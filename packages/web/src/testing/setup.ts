import '@testing-library/jest-dom';
import { cleanup, configure } from '@testing-library/react';
import { session } from '../lib/session';
import { keptOnDevice } from './kept-on-device';
import { server } from './server';

jest.mock('idb-keyval', () => jest.requireActual('./kept-on-device'));

// The first page of a file is compiled while it is waited for, and a slow machine is no failure.
configure({ asyncUtilTimeout: 10_000 });

beforeAll(() => server.listen({ onUnhandledRequest: 'error' }));
afterEach(() => {
  // Taken down first: what ends after it has no page to tell.
  cleanup();
  server.resetHandlers();
  session.end();
  keptOnDevice.clear();
  localStorage.clear();
});
afterAll(() => server.close());
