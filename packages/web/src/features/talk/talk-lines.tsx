import type { Photo, SheetEvent } from '@rivetside/shared';
import { Fragment, type ReactNode } from 'react';
import { MarginNote } from '../../components/margin-note';
import { PhotoStrip } from '../../components/photo-strip';
import { useTimes } from '../../lib/times';
import { eventWords } from './event-words';
import classes from './talk.module.css';

interface TalkLinesProps {
  readonly events: readonly SheetEvent[];
  /** Up to where the reader had come before. */
  readonly seenBefore: number;
  readonly readerId: string;
}

/** What was said and what happened, in order, with a mark before what is new to the reader. */
export function TalkLines({ events, seenBefore, readerId }: TalkLinesProps): ReactNode {
  const firstNew = events.find(({ seq, by }) => seq > seenBefore && by.id !== readerId)?.seq;
  return events.map((event) => (
    <Fragment key={event.seq}>
      {event.seq === firstNew && <p className={classes['new']}>new since you were here</p>}
      <Line event={event} />
    </Fragment>
  ));
}

function Line({ event }: { readonly event: SheetEvent }): ReactNode {
  const { dateTime } = useTimes();
  const { type, by, at, data } = event;
  if (type !== 'message')
    return (
      <p className={classes['happened']}>
        <b>{by.name}</b> {eventWords(event)} <span className="muted">{dateTime(at)}</span>
      </p>
    );
  const photos = (data['photos'] ?? []) as Photo[];
  return (
    <MarginNote name={by.name} when={dateTime(at)}>
      {String(data['body'])}
      {photos.length > 0 && <PhotoStrip photos={photos} label={`Photos of ${by.name}`} />}
    </MarginNote>
  );
}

Try it: Among the records above, which lines hold the word "packages"? Copy each one.

Result of the task:
filename packages/web/src/testing/setup.ts
filename packages/web/src/features/talk/talk-lines.tsx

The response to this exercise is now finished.